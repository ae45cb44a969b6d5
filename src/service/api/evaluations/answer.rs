//! The evaluation answer.

use std::collections::BTreeMap;

use serde::Serialize;
use utoipa::ToSchema;

use crate::{
    analysis::{
        case::Confidence, decision::Verdict, evaluation::Evaluation, field::Field, notice::Notice,
        remedy::Remedy, spec::Spec, uncertainty::standard_uncertainty,
    },
    physics::{
        liquid::Property,
        quantity::{self, DEGREE, Quantity},
        separation::numbers::Regime,
        stream::Control,
    },
    service::{
        api::{
            notice::NoticeAnswer,
            property::{AngleAnswer, PropertyAnswer},
            quantity::Number,
        },
        fingerprint::ModelAnswer,
    },
};

/// What is said of one lip.
#[derive(Debug, Serialize, ToSchema)]
pub struct EvaluationAnswer<'a> {
    /// The verdict at the confidence asked for.
    pub verdict: VerdictAnswer,
    /// Degree of belief that this lip dribbles at this pour rate: Φ(−m/u) with the margin m = ln(safety factor) and its standard uncertainty u. Not a production rate.
    #[schema(value_type = f64, minimum = 0, maximum = 1)]
    pub dribble_probability: Number,
    /// Weber number over critical Weber number, with its two-sided interval at the confidence asked for.
    pub safety_factor: IntervalAnswer,
    /// The approach film: the stream on the floor just before the edge.
    pub stream: StreamAnswer,
    /// Where it changes sides.
    pub threshold: ThresholdAnswer,
    /// Deflection of the stream from the floor's direction, at the lip; null once attached.
    pub deflection_deg: Option<IntervalAnswer>,
    /// What the edge can hold statically; informative, it never softens a verdict.
    pub pinning: PinningAnswer,
    /// What hangs, stays and runs when the pour ends.
    #[serde(skip_serializing_if = "Option::is_none")]
    #[schema(nullable = false)]
    pub last_drop: Option<LastDropAnswer>,
    /// Independent order-of-magnitude estimate; no verdict uses it.
    #[serde(skip_serializing_if = "Option::is_none")]
    #[schema(nullable = false)]
    pub adhesion_estimate: Option<AdhesionAnswer>,
    /// Smallest single changes that reach clean; empty with a reason in `no_remedy_because` when none does.
    #[serde(skip_serializing_if = "Option::is_none")]
    #[schema(nullable = false)]
    pub remedies: Option<Vec<RemedyAnswer<'a>>>,
    /// Why there are no remedies.
    #[serde(skip_serializing_if = "Option::is_none")]
    #[schema(nullable = false)]
    pub no_remedy_because: Option<NoticeAnswer<'a>>,
    /// Shares of the variance of ln(safety factor), largest first.
    #[serde(skip_serializing_if = "Option::is_none")]
    #[schema(nullable = false)]
    pub contributions: Option<Vec<ContributionAnswer>>,
    /// Where a number deserves less trust.
    pub warnings: Vec<NoticeAnswer<'a>>,
    /// Where the liquid can hurt someone. They defer to local codes and licensed practice.
    pub cautions: Vec<NoticeAnswer<'a>>,
    /// The numbers really used, each with its source.
    pub resolved: ResolvedAnswer,
    /// What computed this answer.
    pub model: ModelAnswer,
}

/// The verdict.
#[derive(Debug, Clone, Copy, PartialEq, Eq, Serialize, ToSchema)]
#[serde(rename_all = "snake_case")]
pub enum VerdictAnswer {
    /// The stream leaves, at the confidence asked for.
    Clean,
    /// Neither can be said at the confidence asked for.
    Marginal,
    /// The liquid runs down the outside, at the confidence asked for.
    Dribbles,
}

impl From<Verdict> for VerdictAnswer {
    fn from(verdict: Verdict) -> Self {
        match verdict {
            Verdict::Clean => Self::Clean,
            Verdict::Marginal => Self::Marginal,
            Verdict::Dribbles => Self::Dribbles,
        }
    }
}

/// What sets the stream.
#[derive(Debug, Clone, Copy, PartialEq, Eq, Serialize, ToSchema)]
#[serde(rename_all = "snake_case")]
pub enum ControlAnswer {
    /// A level, mild or rising floor: critical just before the brink.
    Brink,
    /// A steep floor: critical at its crest, faster and thinner from there.
    Crest,
    /// A tube running full.
    Full,
}

impl From<Control> for ControlAnswer {
    fn from(control: Control) -> Self {
        match control {
            Control::Brink => Self::Brink,
            Control::Crest => Self::Crest,
            Control::Full => Self::Full,
        }
    }
}

/// What rules the stream as a whole.
#[derive(Debug, Clone, Copy, PartialEq, Eq, Serialize, ToSchema)]
#[serde(rename_all = "snake_case")]
pub enum RegimeAnswer {
    /// Weber and Reynolds numbers far above 1: inertia.
    Inertial,
    /// Between the others.
    Transitional,
    /// Weber number below 2: surface tension; the liquid drips, beads or runs.
    Capillary,
    /// Reynolds number below 1: viscosity.
    Viscous,
}

impl From<Regime> for RegimeAnswer {
    fn from(regime: Regime) -> Self {
        match regime {
            Regime::Inertial => Self::Inertial,
            Regime::Transitional => Self::Transitional,
            Regime::Capillary => Self::Capillary,
            Regime::Viscous => Self::Viscous,
        }
    }
}

/// A value with its interval.
#[derive(Debug, Clone, Copy, Serialize, ToSchema)]
pub struct IntervalAnswer {
    /// Best estimate.
    #[schema(value_type = f64)]
    pub value: Number,
    /// Lower end.
    #[schema(value_type = f64)]
    pub low: Number,
    /// Upper end.
    #[schema(value_type = f64)]
    pub high: Number,
}

/// The approach film.
#[derive(Debug, Clone, Copy, Serialize, ToSchema)]
pub struct StreamAnswer {
    /// Pour rate.
    #[schema(value_type = f64)]
    pub flow_ml_s: Number,
    /// Thickness of the (equivalent) sheet.
    #[schema(value_type = f64)]
    pub thickness_mm: Number,
    /// The thinnest reading of the equivalent sheet of this section.
    #[schema(value_type = f64)]
    pub thickness_low_mm: Number,
    /// The thickest reading of the equivalent sheet of this section.
    #[schema(value_type = f64)]
    pub thickness_high_mm: Number,
    /// Mean speed.
    #[schema(value_type = f64)]
    pub speed_m_s: Number,
    /// We = ρU²h/γ.
    #[schema(value_type = f64)]
    pub weber: Number,
    /// Re = ρUh/μ.
    #[schema(value_type = f64)]
    pub reynolds: Number,
    /// Fr = U²/(gh).
    #[schema(value_type = f64)]
    pub froude: Number,
    /// Bo = ρg r²/γ with the edge radius r.
    #[schema(value_type = f64)]
    pub bond: Number,
    /// Ca = μU/γ.
    #[schema(value_type = f64)]
    pub capillary: Number,
    /// Thickness at the brink, for information.
    #[schema(value_type = f64)]
    pub brink_thickness_mm: Number,
    /// Speed at the brink, for information.
    #[schema(value_type = f64)]
    pub brink_speed_m_s: Number,
    /// What sets the stream.
    pub control: ControlAnswer,
    /// What rules the stream as a whole.
    pub regime: RegimeAnswer,
}

/// Where the lip changes sides.
#[derive(Debug, Clone, Copy, Serialize, ToSchema)]
pub struct ThresholdAnswer {
    /// Weber number of the approach film below which the stream clings.
    #[schema(value_type = f64)]
    pub critical_weber: Number,
    /// A slowing pour starts to dribble here (advancing angle, dry outer face); null: none in the accepted range.
    #[schema(value_type = Option<f64>)]
    pub onset_flow_ml_s: Option<Number>,
    /// A lip once wetted clears above this (receding angle); null: none in the accepted range.
    pub recovery_flow_ml_s: Option<AtLeastAnswer>,
    /// Below this no free sheet can leave (We < 2), whatever the edge; null: none in the accepted range.
    #[schema(value_type = Option<f64>)]
    pub free_sheet_flow_ml_s: Option<Number>,
}

/// A lower bound.
#[derive(Debug, Clone, Copy, Serialize, ToSchema)]
pub struct AtLeastAnswer {
    /// The bound. A stream on a wetted wall did not let go at all in the runs behind the coefficients.
    #[schema(value_type = f64)]
    pub at_least: Number,
}

/// What the edge can hold statically.
#[derive(Debug, Clone, Copy, Serialize, ToSchema)]
pub struct PinningAnswer {
    /// Whether the contact line stays at the edge whatever the liquid does statically.
    pub edge_holds: bool,
    /// Largest contact angle against the floor at which the line stays (Gibbs), at most 180°.
    #[schema(value_type = f64)]
    pub limit_deg: Number,
    /// Whether the edge is sharp enough for that limit: radius at most a tenth of film thickness and capillary length (own judgement).
    pub sharp: bool,
}

/// What hangs, stays and runs when the pour ends.
#[derive(Debug, Clone, Copy, Serialize, ToSchema)]
pub struct LastDropAnswer {
    /// Largest volume that hangs from the lip.
    #[schema(value_type = f64)]
    pub hanging_ul: Number,
    /// What is left on the lip after the drop has fallen.
    #[schema(value_type = f64)]
    pub left_on_lip_ul: Number,
    /// Largest volume that the outer wall holds.
    #[schema(value_type = f64)]
    pub held_on_wall_ul: Number,
    /// Whether what is left runs down: left on the lip exceeds held on the wall.
    pub runs_down: bool,
}

/// The adhesion estimate.
#[derive(Debug, Clone, Copy, Serialize, ToSchema)]
pub struct AdhesionAnswer {
    /// Weber number at which it turns the stream by 90°.
    #[schema(value_type = f64)]
    pub critical_weber: Number,
    /// Deflection it gives at this pour rate.
    #[schema(value_type = f64)]
    pub deflection_deg: Number,
}

/// One change that reaches clean, verified by deciding the changed case.
#[derive(Debug, Clone, Serialize, ToSchema)]
pub struct RemedyAnswer<'a> {
    /// The field to change.
    #[schema(example = "/lip/edge/rounded/turn_deg")]
    pub pointer: &'static str,
    /// Its value now.
    #[schema(value_type = f64)]
    pub from: Number,
    /// The value that reaches clean.
    #[schema(value_type = f64)]
    pub to: Number,
    /// Unit of both.
    #[schema(example = "deg")]
    pub unit: &'static str,
    /// Why it helps.
    pub reason: NoticeAnswer<'a>,
}

/// One source's share of the variance of ln(safety factor).
#[derive(Debug, Clone, Copy, Serialize, ToSchema)]
pub struct ContributionAnswer {
    /// JSON Pointer of the input, `stream` (the stream model) or `model` (the separation model).
    #[schema(example = "/surface/catalogue")]
    pub source: &'static str,
    /// Share, 0 to 1.
    #[schema(value_type = f64, minimum = 0, maximum = 1)]
    pub share: Number,
}

/// The numbers really used.
#[derive(Debug, Serialize, ToSchema)]
pub struct ResolvedAnswer {
    /// Properties of the liquid.
    pub liquid: LiquidProperties,
    /// Contact angles of this liquid on this surface.
    pub surface: SurfaceAngles,
    /// Numbers of lip and pour with their standard uncertainties, by member name.
    pub lip: BTreeMap<&'static str, GivenAnswer>,
}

● ● ● ●

# Problem requirements:
When you reach the line holding "pub struct ThresholdAnswer" in the records above, begin reproducing exactly, stop after the line holding "pub struct AtLeastAnswer", and output nothing else.

# Response to this exercise:
pub struct ThresholdAnswer {
    /// Weber number of the approach film below which the stream clings.
    #[schema(value_type = f64)]
    pub critical_weber: Number,
    /// A slowing pour starts to dribble here (advancing angle, dry outer face); null: none in the accepted range.
    #[schema(value_type = Option<f64>)]
    pub onset_flow_ml_s: Option<Number>,
    /// A lip once wetted clears above this (receding angle); null: none in the accepted range.
    pub recovery_flow_ml_s: Option<AtLeastAnswer>,
    /// Below this no free sheet can leave (We < 2), whatever the edge; null: none in the accepted range.
    #[schema(value_type = Option<f64>)]
    pub free_sheet_flow_ml_s: Option<Number>,
}

/// A lower bound.
#[derive(Debug, Clone, Copy, Serialize, ToSchema)]
pub struct AtLeastAnswer {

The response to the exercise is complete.